> [EXERCISE PROMPT]: In the listing that follows, copy out each line that includes the word "open".

> [THE DATA]:
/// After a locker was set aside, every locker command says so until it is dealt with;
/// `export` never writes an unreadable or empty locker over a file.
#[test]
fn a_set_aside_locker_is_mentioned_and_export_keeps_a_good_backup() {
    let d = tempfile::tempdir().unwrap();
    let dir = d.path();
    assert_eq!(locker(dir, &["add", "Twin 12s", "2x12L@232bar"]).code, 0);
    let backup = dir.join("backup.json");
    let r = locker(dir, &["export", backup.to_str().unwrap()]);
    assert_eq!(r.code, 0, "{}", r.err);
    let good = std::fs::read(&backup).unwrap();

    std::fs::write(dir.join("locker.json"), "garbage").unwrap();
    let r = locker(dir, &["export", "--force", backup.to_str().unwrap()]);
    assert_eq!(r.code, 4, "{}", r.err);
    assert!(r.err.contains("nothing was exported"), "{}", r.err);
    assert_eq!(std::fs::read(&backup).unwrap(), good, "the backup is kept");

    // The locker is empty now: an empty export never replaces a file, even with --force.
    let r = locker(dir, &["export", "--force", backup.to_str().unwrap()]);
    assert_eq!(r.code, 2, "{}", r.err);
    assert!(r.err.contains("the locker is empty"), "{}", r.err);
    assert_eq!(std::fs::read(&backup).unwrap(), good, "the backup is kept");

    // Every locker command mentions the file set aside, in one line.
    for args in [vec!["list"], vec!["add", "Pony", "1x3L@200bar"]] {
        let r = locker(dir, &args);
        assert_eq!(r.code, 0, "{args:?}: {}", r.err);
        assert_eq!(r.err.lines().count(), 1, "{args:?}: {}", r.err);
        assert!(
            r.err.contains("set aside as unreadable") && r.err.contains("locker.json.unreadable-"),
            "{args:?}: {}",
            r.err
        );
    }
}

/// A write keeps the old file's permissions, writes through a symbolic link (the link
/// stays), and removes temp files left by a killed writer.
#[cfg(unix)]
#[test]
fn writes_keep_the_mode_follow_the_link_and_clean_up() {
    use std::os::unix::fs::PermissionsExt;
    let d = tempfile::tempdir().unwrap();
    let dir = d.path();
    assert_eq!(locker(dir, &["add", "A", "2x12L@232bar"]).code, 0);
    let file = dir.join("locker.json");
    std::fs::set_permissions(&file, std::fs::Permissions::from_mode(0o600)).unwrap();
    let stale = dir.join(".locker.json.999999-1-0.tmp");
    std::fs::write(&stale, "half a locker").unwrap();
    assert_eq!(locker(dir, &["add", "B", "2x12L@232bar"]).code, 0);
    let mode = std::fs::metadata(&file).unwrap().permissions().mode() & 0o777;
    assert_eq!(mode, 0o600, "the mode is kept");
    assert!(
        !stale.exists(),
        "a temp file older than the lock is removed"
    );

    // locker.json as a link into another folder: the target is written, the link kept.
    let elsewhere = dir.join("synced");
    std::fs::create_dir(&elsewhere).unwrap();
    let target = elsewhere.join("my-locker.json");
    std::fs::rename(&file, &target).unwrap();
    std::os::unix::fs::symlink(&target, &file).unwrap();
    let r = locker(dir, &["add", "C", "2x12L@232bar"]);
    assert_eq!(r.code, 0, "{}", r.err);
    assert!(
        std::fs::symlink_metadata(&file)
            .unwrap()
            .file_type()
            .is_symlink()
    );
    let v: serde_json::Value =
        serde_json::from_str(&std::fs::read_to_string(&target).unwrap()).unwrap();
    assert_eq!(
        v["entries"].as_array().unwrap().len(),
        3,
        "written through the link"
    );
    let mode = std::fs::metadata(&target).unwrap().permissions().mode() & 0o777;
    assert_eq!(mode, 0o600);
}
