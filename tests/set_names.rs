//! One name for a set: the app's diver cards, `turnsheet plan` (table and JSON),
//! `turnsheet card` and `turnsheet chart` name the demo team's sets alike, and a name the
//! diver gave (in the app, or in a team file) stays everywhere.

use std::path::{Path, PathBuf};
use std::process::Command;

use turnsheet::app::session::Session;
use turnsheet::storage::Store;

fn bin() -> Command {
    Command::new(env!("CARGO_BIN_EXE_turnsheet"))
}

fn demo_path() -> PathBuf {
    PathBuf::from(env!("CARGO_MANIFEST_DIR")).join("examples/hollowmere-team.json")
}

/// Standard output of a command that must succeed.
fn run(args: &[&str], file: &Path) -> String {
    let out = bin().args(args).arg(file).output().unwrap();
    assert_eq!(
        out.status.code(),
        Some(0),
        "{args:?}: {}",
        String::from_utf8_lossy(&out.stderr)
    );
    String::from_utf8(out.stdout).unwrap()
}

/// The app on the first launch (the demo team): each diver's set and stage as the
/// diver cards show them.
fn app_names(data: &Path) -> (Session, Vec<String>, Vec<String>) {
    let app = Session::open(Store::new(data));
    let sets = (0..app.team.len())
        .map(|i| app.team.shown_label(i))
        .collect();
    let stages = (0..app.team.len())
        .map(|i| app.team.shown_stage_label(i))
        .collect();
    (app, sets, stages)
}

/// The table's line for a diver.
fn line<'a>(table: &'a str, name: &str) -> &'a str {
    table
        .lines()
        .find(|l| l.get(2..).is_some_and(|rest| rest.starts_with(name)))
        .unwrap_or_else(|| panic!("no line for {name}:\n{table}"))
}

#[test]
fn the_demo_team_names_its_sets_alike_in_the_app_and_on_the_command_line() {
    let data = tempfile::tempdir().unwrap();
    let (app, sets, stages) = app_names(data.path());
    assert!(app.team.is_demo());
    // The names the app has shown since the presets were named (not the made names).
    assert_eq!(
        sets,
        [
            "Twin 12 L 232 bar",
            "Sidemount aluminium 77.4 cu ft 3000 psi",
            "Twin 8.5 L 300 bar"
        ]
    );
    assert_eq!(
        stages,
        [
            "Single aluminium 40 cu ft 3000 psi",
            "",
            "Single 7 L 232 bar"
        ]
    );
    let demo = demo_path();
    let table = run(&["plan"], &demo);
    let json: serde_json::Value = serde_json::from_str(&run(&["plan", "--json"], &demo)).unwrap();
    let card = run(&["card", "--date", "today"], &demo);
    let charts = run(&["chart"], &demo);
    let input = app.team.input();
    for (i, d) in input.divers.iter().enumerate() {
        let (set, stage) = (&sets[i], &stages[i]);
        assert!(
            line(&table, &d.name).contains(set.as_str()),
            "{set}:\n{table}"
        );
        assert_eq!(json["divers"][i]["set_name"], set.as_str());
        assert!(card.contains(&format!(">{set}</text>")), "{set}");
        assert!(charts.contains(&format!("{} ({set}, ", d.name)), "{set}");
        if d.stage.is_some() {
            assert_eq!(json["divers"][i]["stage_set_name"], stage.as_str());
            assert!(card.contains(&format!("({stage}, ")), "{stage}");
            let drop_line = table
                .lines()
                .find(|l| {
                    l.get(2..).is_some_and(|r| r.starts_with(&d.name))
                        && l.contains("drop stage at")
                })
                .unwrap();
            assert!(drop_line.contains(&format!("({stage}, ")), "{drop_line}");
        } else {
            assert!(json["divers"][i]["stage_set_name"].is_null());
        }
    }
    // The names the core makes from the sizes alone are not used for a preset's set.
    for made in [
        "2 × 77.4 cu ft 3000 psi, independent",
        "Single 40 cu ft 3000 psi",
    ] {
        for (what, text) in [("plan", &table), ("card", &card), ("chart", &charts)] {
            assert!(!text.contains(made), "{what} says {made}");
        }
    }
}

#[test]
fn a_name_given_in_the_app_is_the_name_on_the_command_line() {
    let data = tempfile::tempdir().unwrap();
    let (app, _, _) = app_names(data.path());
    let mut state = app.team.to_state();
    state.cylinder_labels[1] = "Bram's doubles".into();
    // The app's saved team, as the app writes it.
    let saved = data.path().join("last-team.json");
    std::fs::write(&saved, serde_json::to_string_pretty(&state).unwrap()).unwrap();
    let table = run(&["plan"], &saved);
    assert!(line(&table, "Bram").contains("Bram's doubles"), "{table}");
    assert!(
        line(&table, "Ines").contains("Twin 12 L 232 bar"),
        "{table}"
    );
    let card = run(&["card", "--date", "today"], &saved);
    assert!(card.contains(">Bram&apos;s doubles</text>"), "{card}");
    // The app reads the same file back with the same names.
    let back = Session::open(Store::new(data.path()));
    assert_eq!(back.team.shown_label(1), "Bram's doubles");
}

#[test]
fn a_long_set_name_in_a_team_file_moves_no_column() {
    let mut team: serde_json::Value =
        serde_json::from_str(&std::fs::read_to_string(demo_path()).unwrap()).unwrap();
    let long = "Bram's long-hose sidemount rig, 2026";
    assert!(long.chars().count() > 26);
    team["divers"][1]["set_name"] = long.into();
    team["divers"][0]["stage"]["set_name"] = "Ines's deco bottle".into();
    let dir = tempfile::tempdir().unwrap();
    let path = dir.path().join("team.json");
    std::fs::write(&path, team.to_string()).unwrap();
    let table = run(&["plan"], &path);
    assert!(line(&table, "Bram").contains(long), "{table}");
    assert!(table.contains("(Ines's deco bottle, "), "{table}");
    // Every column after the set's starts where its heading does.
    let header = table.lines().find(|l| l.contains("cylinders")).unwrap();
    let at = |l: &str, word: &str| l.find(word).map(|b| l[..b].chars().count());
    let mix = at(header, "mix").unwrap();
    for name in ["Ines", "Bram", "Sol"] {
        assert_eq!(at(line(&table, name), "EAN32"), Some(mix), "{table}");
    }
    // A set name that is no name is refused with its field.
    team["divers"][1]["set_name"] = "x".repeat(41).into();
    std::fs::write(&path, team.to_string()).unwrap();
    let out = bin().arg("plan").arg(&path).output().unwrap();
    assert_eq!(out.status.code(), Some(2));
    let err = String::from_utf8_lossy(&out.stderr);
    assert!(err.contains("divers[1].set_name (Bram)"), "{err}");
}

> [EXERCISE SOLUTION]:
    let app = Session::open(Store::new(data));
    let back = Session::open(Store::new(data.path()));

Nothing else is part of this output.